ABOUT THIS TASK: From the data that follows, print exactly the lines starting at the one containing "d; k++) /* T M T' */" and ending at the one containing "map[(rank + 1) * d + rank + 1] = 1;"; include both of them and nothing more.

(Items listed in a dataset)
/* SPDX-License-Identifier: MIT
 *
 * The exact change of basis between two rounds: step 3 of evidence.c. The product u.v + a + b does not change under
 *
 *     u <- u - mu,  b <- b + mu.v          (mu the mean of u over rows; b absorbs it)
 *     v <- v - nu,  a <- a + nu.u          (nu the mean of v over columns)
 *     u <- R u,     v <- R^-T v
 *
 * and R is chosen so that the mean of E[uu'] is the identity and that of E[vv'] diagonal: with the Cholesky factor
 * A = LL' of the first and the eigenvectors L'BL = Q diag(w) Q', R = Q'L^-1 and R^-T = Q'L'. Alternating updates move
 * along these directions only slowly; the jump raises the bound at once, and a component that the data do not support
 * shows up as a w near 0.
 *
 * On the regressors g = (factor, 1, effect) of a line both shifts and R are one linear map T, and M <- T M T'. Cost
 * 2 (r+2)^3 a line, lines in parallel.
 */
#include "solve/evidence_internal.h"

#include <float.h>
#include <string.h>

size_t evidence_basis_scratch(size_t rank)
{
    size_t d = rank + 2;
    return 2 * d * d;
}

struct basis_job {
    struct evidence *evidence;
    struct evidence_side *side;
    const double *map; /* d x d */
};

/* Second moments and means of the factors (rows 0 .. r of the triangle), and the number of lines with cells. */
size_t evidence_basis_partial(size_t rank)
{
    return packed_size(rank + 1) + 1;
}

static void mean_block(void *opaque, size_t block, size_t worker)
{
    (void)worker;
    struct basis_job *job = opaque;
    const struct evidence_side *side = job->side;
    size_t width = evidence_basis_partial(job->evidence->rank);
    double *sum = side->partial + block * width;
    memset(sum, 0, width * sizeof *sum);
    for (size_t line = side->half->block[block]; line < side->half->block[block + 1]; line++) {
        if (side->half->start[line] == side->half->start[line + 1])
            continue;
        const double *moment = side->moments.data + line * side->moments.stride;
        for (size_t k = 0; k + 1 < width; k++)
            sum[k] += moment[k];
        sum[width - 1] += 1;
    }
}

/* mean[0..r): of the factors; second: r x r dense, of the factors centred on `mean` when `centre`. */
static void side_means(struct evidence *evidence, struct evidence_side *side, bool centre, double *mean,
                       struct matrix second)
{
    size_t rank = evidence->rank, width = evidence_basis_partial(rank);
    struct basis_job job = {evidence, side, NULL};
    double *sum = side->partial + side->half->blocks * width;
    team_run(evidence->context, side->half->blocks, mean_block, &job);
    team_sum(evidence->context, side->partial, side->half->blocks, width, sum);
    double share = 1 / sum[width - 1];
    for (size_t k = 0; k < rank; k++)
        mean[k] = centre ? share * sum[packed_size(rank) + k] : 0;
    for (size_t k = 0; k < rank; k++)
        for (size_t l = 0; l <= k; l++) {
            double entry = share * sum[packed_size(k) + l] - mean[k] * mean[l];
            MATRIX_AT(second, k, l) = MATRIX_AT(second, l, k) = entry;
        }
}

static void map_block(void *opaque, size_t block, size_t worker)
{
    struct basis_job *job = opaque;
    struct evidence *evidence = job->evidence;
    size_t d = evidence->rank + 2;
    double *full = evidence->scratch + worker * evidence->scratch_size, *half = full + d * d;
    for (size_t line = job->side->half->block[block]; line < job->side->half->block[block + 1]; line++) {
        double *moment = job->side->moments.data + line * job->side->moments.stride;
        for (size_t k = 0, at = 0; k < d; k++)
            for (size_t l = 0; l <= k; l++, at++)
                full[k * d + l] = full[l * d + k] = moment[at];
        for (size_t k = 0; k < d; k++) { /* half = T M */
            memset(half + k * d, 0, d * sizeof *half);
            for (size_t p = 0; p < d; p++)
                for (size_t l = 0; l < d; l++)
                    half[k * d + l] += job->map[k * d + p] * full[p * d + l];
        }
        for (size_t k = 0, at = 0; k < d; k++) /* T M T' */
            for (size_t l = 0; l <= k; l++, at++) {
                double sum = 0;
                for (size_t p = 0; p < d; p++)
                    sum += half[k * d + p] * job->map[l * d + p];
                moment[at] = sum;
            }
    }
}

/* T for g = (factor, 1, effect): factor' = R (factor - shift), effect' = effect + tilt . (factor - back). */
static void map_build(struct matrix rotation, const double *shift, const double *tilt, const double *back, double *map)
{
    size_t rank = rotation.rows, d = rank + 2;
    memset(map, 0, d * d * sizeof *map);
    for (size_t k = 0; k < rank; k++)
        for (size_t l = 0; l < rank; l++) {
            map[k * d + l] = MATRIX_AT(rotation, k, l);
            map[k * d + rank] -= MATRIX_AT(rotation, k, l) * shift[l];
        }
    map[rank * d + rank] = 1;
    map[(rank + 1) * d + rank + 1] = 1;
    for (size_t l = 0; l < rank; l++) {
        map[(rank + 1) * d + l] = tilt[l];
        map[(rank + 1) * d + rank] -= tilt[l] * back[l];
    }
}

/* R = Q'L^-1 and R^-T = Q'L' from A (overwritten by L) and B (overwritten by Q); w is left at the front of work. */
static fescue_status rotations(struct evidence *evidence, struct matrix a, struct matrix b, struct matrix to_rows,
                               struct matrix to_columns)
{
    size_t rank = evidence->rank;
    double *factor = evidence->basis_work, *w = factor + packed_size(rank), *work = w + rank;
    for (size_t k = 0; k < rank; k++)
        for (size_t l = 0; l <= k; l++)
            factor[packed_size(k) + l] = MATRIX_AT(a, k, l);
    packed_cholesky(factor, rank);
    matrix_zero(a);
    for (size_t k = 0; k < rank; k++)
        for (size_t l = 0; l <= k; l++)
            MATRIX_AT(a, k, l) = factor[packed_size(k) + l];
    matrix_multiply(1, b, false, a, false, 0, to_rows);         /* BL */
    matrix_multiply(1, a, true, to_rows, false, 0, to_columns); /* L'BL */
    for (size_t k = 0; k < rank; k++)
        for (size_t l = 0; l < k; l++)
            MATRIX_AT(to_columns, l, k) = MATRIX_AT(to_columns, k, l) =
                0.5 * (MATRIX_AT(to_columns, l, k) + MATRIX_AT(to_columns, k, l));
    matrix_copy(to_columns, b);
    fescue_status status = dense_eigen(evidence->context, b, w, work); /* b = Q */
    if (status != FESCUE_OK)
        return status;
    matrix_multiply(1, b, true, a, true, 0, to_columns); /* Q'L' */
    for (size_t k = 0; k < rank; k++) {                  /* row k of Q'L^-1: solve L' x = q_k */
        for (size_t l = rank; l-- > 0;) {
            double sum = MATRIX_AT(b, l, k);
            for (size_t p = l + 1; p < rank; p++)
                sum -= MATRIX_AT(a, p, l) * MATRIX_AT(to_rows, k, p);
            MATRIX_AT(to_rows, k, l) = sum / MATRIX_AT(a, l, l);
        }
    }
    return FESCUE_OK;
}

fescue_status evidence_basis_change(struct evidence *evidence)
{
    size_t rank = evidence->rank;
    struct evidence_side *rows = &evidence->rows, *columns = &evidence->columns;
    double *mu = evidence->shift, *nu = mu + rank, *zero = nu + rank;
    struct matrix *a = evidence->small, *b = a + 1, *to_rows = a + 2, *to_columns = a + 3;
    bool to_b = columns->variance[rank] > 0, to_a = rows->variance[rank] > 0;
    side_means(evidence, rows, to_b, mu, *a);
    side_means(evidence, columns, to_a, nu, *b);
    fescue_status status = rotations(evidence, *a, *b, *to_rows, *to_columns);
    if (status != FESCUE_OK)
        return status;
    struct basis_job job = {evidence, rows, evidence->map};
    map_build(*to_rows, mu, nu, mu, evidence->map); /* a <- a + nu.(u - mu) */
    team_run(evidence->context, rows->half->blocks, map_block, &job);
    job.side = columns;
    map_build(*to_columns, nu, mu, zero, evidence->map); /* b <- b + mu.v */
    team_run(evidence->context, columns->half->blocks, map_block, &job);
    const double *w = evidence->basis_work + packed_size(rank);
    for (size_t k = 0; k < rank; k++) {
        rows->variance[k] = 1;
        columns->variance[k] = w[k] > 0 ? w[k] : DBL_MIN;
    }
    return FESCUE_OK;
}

EXERCISE OUTPUT:
        for (size_t k = 0, at = 0; k < d; k++) /* T M T' */
            for (size_t l = 0; l <= k; l++, at++) {
                double sum = 0;
                for (size_t p = 0; p < d; p++)
                    sum += half[k * d + p] * job->map[l * d + p];
                moment[at] = sum;
            }
    }
}

/* T for g = (factor, 1, effect): factor' = R (factor - shift), effect' = effect + tilt . (factor - back). */
static void map_build(struct matrix rotation, const double *shift, const double *tilt, const double *back, double *map)
{
    size_t rank = rotation.rows, d = rank + 2;
    memset(map, 0, d * d * sizeof *map);
    for (size_t k = 0; k < rank; k++)
        for (size_t l = 0; l < rank; l++) {
            map[k * d + l] = MATRIX_AT(rotation, k, l);
            map[k * d + rank] -= MATRIX_AT(rotation, k, l) * shift[l];
        }
    map[rank * d + rank] = 1;
    map[(rank + 1) * d + rank + 1] = 1;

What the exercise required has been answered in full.